The term “sundown town” once applied to thousands of places throughout the U.S. where African-Americans weren’t welcome to live — or even to stay overnight. The fact that Goshen, Ind., was one of them reminds us that racism is a sin Mennonites bear.
Dan Shenk’s article in this issue on Goshen’s history as a sundown town raises awareness of racial discrimination in the not-so-distant past. It challenges us to build racially inclusive communities today.
Goshen might have been the sundown town with the largest number of Mennonites, but it was hardly unique. The racial mood in Goshen in the 1950s was similar to that of Harrisonburg, Va., says retired Goshen College professor C. Norman Kraus, as quoted by Shenk. Newton, Kan., was a segregated town. The point is not to disparage a particular community but to present an example that Shenk has researched and knows personally.
As we observe the Martin Luther King Jr. holiday, Shenk’s article adds to our understanding of Mennonites in the civil rights era. In the 1950s and ’60s, Mennonites’ views of King were mixed. Shenk quotes Kraus as saying that many northern Indiana Mennonites thought King was a communist and that those who sympathized with him were suspect too. Yet others were drawn to his nonviolent methods of confronting racist oppression. In his speeches and writings, King talked about putting love into practice in ways that fit Mennonite activists’ understanding of pacifism.
“Agape [love] is not a weak, passive love,” King wrote in 1958. “It is love in action… . Agape is a willingness to sacrifice… . It is a willingness to forgive, not seven times but 70 times seven, to restore community.”

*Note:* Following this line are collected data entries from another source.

import type { PathOrigin } from '../../schemas/analysisDocument.ts';
import type { Channels } from '../model.ts';
import { smoothScattered } from '../stats/smoothScattered.ts';
import { sampleBefore } from '../trace/placeTime.ts';
import { bendReader } from './ownCurvature.ts';

/** A lap for which every sample's place along it is known. */
export interface MeasuredLap {
	startS: number;
	endS: number;
	/** place along the lap of every sample between start and end, m; same index as `from` … `to` */
	placeM: Float64Array;
	from: number;
	to: number;
}

/** A plan drawn from turning alone, at whole metres. */
export interface DrawnPlan {
	origin: PathOrigin;
	xM: Float64Array;
	yM: Float64Array;
	curvaturePerM: Float64Array;
}

/** Below this speed accelerations and yaw rates do not say how tight the line is. */
const LEAST_KMH = 30;
/** Detail that is kept, m: chattering sensors need more smoothing than positions. */
const DETAIL_M = 18;
/** A full turn that is off by less than this is put right by an offset of the sensor, by more also by its scale. */
const OFFSET_SHARE = 0.05;
/** Steering that turns both ways equally much has no full turn to scale it by; then a usual car's geometry is taken. */
const USUAL_STEERING_PER_M_DEG = Math.PI / 180 / (2.6 * 13);

/**
 * Draws a plan from lateral acceleration, yaw rate or steering and speed. Heading is the integral of curvature along the way; a
 * closed lap must turn by whole turns, which gives the sensor's offset, or its scale, and must end where it began: what is left of
 * the gap is spread evenly.
 *
 * @param laps    laps to average, each with places along the path
 * @param lengthM the path's length
 * @param closed  whether the path ends where it begins
 * @returns null where the run has none of these channels
 */
export function pathFromMotion(
	channels: Channels,
	laps: MeasuredLap[],
	lengthM: number,
	closed: boolean
): DrawnPlan | null {
	const candidates: { origin: PathOrigin; bends: Float64Array; misfit: number }[] = [];
	for (const origin of ['latAcc', 'yawRate'] as const) {
		const reader = bendReader(channels, origin, 1);
		if (!reader) continue;
		const bends = averaged(channels, laps, lengthM, closed, reader, LEAST_KMH);
		const turns = turned(bends, lengthM, closed) / (2 * Math.PI);
		const misfit = closed ? Math.abs(turns - Math.round(turns)) : 0;
		candidates.push({ origin, bends, misfit });
	}
	const best = candidates.sort((a, b) => a.misfit - b.misfit)[0];
	if (best) return drawn(best.origin, closed ? offsetRight(best.bends, lengthM) : best.bends, lengthM, closed);
	const reader = bendReader(channels, 'steering', 1);
	if (!reader) return null;
	const bends = averaged(channels, laps, lengthM, closed, reader, 0);
	const net = turned(bends, lengthM, closed);
	const gross = turned(bends.map(Math.abs), lengthM, closed);
	const scale = closed && Math.abs(net) > 0.1 * gross ? (2 * Math.PI) / Math.abs(net) : USUAL_STEERING_PER_M_DEG;
	return drawn(
		'steering',
		bends.map((bend) => bend * scale),
		lengthM,
		closed
	);
}

/** Curvature at whole metres, averaged over laps and smoothed. */
function averaged(
	channels: Channels,
	laps: MeasuredLap[],
	lengthM: number,
	closed: boolean,
	bendAt: (i: number) => number,
	leastKmh: number
): Float64Array {
	const spans = Math.max(8, Math.round(lengthM));
	const nodes = closed ? spans : spans + 1;
	const at: number[] = [];
	const bend: number[] = [];
	for (const lap of laps) {
		for (let i = lap.from; i <= lap.to; i++) {
			const value = bendAt(i);
			const place = lap.placeM[i - lap.from];
			if (!(channels.speedKmh[i] >= leastKmh) || !Number.isFinite(value) || !Number.isFinite(place)) continue;
			at.push((Math.min(Math.max(place, 0), lengthM) * spans) / lengthM);
			bend.push(value);
		}
	}
	const cut = (2 * Math.PI) / DETAIL_M;
	const lambda = Math.max(at.length / nodes, 0.1) / Math.pow(cut, 6);
	const [smooth] = smoothScattered(Float64Array.from(at), [Float64Array.from(bend)], null, { nodes, lambda, closed });
	return smooth;
}

/** Takes off what keeps a closed lap from turning by whole turns. */
function offsetRight(bends: Float64Array, lengthM: number): Float64Array {
	const net = turned(bends, lengthM, true);
	const whole = Math.round(net / (2 * Math.PI)) * 2 * Math.PI;
	if (whole !== 0 && Math.abs(net - whole) > OFFSET_SHARE * Math.abs(whole)) {
		return bends.map((bend) => (bend * whole) / net);
	}
	const offset = (net - whole) / lengthM;
	return bends.map((bend) => bend - offset);
}

function drawn(origin: PathOrigin, bends: Float64Array, lengthM: number, closed: boolean): DrawnPlan {
	const spans = closed ? bends.length : bends.length - 1;
	const step = lengthM / spans;
	const x = new Float64Array(spans + 1);
	const y = new Float64Array(spans + 1);
	let heading = 0;
	for (let i = 0; i < spans; i++) {
		const next = bends[(i + 1) % bends.length];
		const turn = ((bends[i] + next) / 2) * step;
		x[i + 1] = x[i] + step * Math.cos(heading + turn / 2);
		y[i + 1] = y[i] + step * Math.sin(heading + turn / 2);
		heading += turn;
	}
	const [gapX, gapY] = closed ? [x[spans], y[spans]] : [0, 0];
	const count = Math.floor(lengthM) + 1;
	const at = (values: Float64Array, gap: number, place: number) => {
		const u = Math.min(place / step, spans);
		const i = Math.min(Math.floor(u), spans - 1);
		return values[i] + (u - i) * (values[i + 1] - values[i]) - (gap * u) / spans;
	};
	return {
		origin,
		xM: Float64Array.from({ length: count }, (_, k) => at(x, gapX, k)),
		yM: Float64Array.from({ length: count }, (_, k) => at(y, gapY, k)),
		curvaturePerM: Float64Array.from({ length: count }, (_, k) => {
			const u = k / step;
			const i = Math.floor(u);
			return bends[i % bends.length] + (u - i) * (bends[(i + 1) % bends.length] - bends[i % bends.length]);
		})
	};
}

/** Angle turned along the whole plan, rad. */
function turned(bends: Float64Array, lengthM: number, closed: boolean): number {
	let total = 0;
	for (const bend of bends) total += bend;
	return (total * lengthM) / (closed ? bends.length : bends.length - 1);
}

/** Samples of a lap with places along it in proportion to the distance driven. */
export function measureLap(
	{ timeS, distanceM }: Channels,
	startS: number,
	endS: number,
	startM: number,
	endM: number,
	lengthM: number
): MeasuredLap {
	const from = Math.max(sampleBefore(timeS, startS), 0);
	const to = Math.min(sampleBefore(timeS, endS) + 1, timeS.length - 1);
	const placeM = new Float64Array(to - from + 1);
	for (let i = from; i <= to; i++) placeM[i - from] = ((distanceM[i] - startM) / (endM - startM)) * lengthM;
	return { startS, endS, placeM, from, to };
}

Some Mennonites were civil rights trailblazers. In Newton, James Rutschman and J. Winfield Fretz, owners of the Guest House Restaurant, broke segregation customs and served African-Americans. Members of Bethel College Mennonite Church helped integrate the Newton swimming pool. In Goshen, Eighth Street Mennonite Church took leadership in race relations with cross-cultural events and discussions about racial issues. In 1961 Mennonite Central Committee began a Voluntary Service unit in Atlanta to work for racial justice.
But many pacifists passively accepted racial discrimination. Vincent Harding, an African-American Mennonite who led the Atlanta VS unit with his wife, Rosemarie, warned in 1959 that Mennonites were tempted to make nonresistance “synonymous with sitting on our hands and closing our eyes and turning our backs on injustice.” A 1955 Mennonite Church statement confessed: “Often we have been silent when others showed race prejudice and practiced discrimination.” Today each of us can ask whether we should make the same confession.
North American Mennonite denominations today are blessed with a growing number of vibrant racial-ethnic congregations. Bolstered by an influx of immigrants, racial diversity brightens a scene otherwise marked by membership decline. We walk a sometimes rocky path to justice and equality together. There are many miles yet to go. Knowing the dark places we have come from helps us seek the light ahead.